• **Activity**:
Go through the listing and return every line with "except" in it.

• **Available records**:
--- START ---

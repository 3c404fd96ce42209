"""The command line: a thin layer that hands each command to its module in dossier.commands."""

from __future__ import annotations

import os
import sys
from pathlib import Path

import click

from dossier import __version__


class Commands(click.Group):
    """Every command ends the same way on an error it does not handle itself: the words and the exit status
    from dossier.commands.exits, never a traceback."""

    def invoke(self, ctx: click.Context):
        from dossier.commands.exits import HANDLED, message_of, status_of

        try:
            return super().invoke(ctx)
        except HANDLED as error:
            click.echo(message_of(error, f"dossier {ctx.invoked_subcommand}"), err=True)
            ctx.exit(status_of(error))


@click.group(cls=Commands, context_settings={"help_option_names": ["-h", "--help"]})
@click.version_option(__version__, prog_name="dossier")
def main() -> None:
    """Checked, versioned build records for hand-built mains equipment.

    Mains voltages can kill: dossier's findings support a review and do not replace
    local codes, the standards or a licensed person's inspection.
    """


def _print(text: str, nl: bool = True) -> None:
    """Standard output that cannot be written (a full device, a closed pipe) is a message and exit 2."""
    try:
        click.echo(text, nl=nl)
        sys.stdout.flush()
    except OSError as error:
        os.dup2(os.open(os.devnull, os.O_WRONLY), sys.stdout.fileno())  # nothing more to lose at exit
        click.echo(f"dossier: cannot write the output: {error.strerror or error}", err=True)
        from dossier.commands.exits import Exit

        sys.exit(Exit.REFUSED)


@main.command()
@click.argument("paths", nargs=-1, required=True, type=click.Path(path_type=Path))
@click.option("--format", "output_format", type=click.Choice(["text", "json"]), default="text", help="text for people, json for machines.")
@click.option("--all", "verbose", is_flag=True, help="Also list the findings that pass.")
def check(paths: tuple[Path, ...], output_format: str, verbose: bool) -> None:
    """Validate records and run every calc.

    Exit status: 0 clean, 1 a check failed, 2 a record or the commissioning file beside it is invalid or
    unreadable, 3 a calc or chemistry plugin is broken.
    """
    from dossier.commands.check import run_check
    from dossier.commands.exits import check_status
    from dossier.report.json_report import check_json
    from dossier.report.text_report import check_text

    result = run_check(list(paths))
    status = check_status(result)
    _print(check_json(result, int(status)) if output_format == "json" else check_text(result, verbose))
    sys.exit(status)


@main.command()
@click.option("-o", "--output", type=click.Path(path_type=Path), help="Write to this file instead of standard output.")
@click.option("--of", "kind", type=click.Choice(["record", "signoff"]), default="record", show_default=True, help="Which file's schema: a record or a sign-off.")
def schema(output: Path | None, kind: str) -> None:
    """Print the JSON Schema of a record (or of a sign-off file)."""
    from dossier.commands.schema import schema_text

    text = schema_text(kind)
    if output is None:
        _print(text, nl=False)
        return
    output.write_text(text, encoding="utf-8")  # a folder or a full device: OSError, a message and exit 2


@main.command()
@click.argument("build_id")
@click.option("--archive", type=click.Path(path_type=Path, file_okay=False), default=Path("."), show_default=True, help="The archive folder; started (with archive.yaml) if it does not exist yet.")
@click.option("--start", metavar="KIND", help="Begin from a worked, commented record of a common unit kind instead of the blank one: "
              "linear-supply, amplifier-supply or switch-mode-supply.")
def new(build_id: str, archive: Path, start: str | None) -> None:
    """Start a new build: writes BUILD_ID/rev-A.yaml, a commented record to fill in.

    With --start KIND the record is a starting point: a complete, valid example unit of that kind
    (linear-supply: a mains toroid, bridge, reservoir and series regulator; amplifier-supply: a
    toroid feeding split +/- rails for a class-AB amplifier; switch-mode-supply: a controller-driven
    half-bridge), with the working of every figure and what to change beside each key.
    Walk-through: docs/first-record.md.

    Also writes record.schema.json beside the builds (kept current on every run), which the record's
    first line names, so an editor with a YAML language server checks the record as it is typed.
    """
    from dossier.commands.new import scaffold

    path = scaffold(archive, build_id, start=start)
    click.echo(f"wrote {path}")


@main.command()
@click.argument("archive", type=click.Path(path_type=Path, file_okay=False))
@click.option("-o", "--output", type=click.Path(path_type=Path), help="Folder for the site; default: 'site' beside the archive folder. Replaced whole on success.")
@click.option("--pages-only", is_flag=True, help="Write only the Markdown page tree (e.g. into another MkDocs project's docs), not the rendered site.")
@click.option("--no-cache", is_flag=True, help="Draw every schematic, render every PDF and render the site again instead of reusing unchanged ones.")
@click.option("-j", "--jobs", type=click.IntRange(1, 64), help="Processes for reviewing and drawing builds; default: every core for archives of 8 builds or more.")
@click.option("--no-pdf", is_flag=True, help="Skip the checklist PDFs (quicker previews); the printable pages are still written.")
@click.option("-q", "--quiet", is_flag=True, help="No progress bar on long builds.")
def build(archive: Path, output: Path | None, pages_only: bool, no_cache: bool, no_pdf: bool, quiet: bool, jobs: int | None) -> None:
    """Build ARCHIVE into a static site that works offline, from a folder or any web server.

    Exit status: 0 built, 1 MkDocs failed (the previous site is untouched), 2 a record is invalid,
    a published revision was edited or the output cannot be replaced, 3 a calc plugin is broken.
    """
    from dossier.commands.build import run_build

    sys.exit(run_build(archive, output, pages_only, quiet, not no_cache, not no_pdf, jobs))


@main.command()
@click.argument("archive", type=click.Path(path_type=Path, file_okay=False, exists=True))
@click.option("--host", default="127.0.0.1", show_default=True, help="Address to listen on.")
@click.option("--port", default=8000, show_default=True, type=click.IntRange(0, 65535), help="Port to listen on.")
def serve(archive: Path, host: str, port: int) -> None:
    """Preview ARCHIVE's site and rebuild it whenever a record or template changes."""
    from dossier.commands.serve import run_serve

    sys.exit(run_serve(archive, host, port))


@main.command()
@click.argument("old", type=click.Path(path_type=Path))
@click.argument("new", type=click.Path(path_type=Path))
def diff(old: Path, new: Path) -> None:
    """Show what changed from record OLD to record NEW: values (old -> new, with units) and findings."""
    from dossier.commands.diff import diff_text

    click.echo(diff_text(old, new))


@main.command()
@click.argument("archive", type=click.Path(path_type=Path, file_okay=False, exists=True))
@click.argument("targets", nargs=-1)
@click.option("--amend", "amend_target", metavar="BUILD:REV", help="Accept an edit of a published revision (typo fixes only); recorded and shown on the site.")
@click.option("--reason", help="With --amend: what the edit fixed.")
@click.option("--check", "check_only", is_flag=True, help="Only check that published revisions are unchanged (exit 1 if one changed).")
@click.option("--even-if-blocked", is_flag=True, help="Publish revisions whose findings block power-up too (they are refused without it).")
@click.option("--since", metavar="HEAD", default="", help="With --check: a ledger head shown on an earlier site or printed checklist; exit 1 unless the chain still holds it.")
def publish(archive: Path, targets: tuple[str, ...], amend_target: str | None, reason: str | None, check_only: bool, even_if_blocked: bool,
            since: str) -> None:
    """Freeze revisions: record the content hash of every unpublished revision (or of TARGETS: BUILD or BUILD:REV).

    A published revision cannot be edited any more: `dossier build` refuses until the edit is undone
    or put into a new revision. A revision whose findings block power-up is published only with
    --even-if-blocked, so freezing a failing revision is always a choice.
    """
    import datetime

    from dossier.commands.publish import run_publish

    sys.exit(run_publish(archive, list(targets), amend_target, reason, check_only, datetime.date.today(), even_if_blocked, since))


@main.command("sign-off")
@click.argument("record", type=click.Path(path_type=Path, exists=True, dir_okay=False))
@click.option("--reviewer", required=True, help="Who reviews the revision.")
def sign_off(record: Path, reviewer: str) -> None:
    """Start a sign-off of RECORD (BUILD/rev-X.yaml): writes signoff-X.yaml beside it, never over another file.

    The file lists every finding that needs a decision and binds the review to the record and its
    attachments as they are now, and to those findings (when newer checks change them, the review is
    outdated and clears nothing); fill in the decisions and the clearance, then `dossier check` it.
    """
    import datetime

    from dossier.commands.signoff import start_signoff

    path = start_signoff(record, reviewer, datetime.date.today())
    click.echo(f"wrote {path}")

--- END ---

• **Result for this task**:
        except HANDLED as error:
    except OSError as error:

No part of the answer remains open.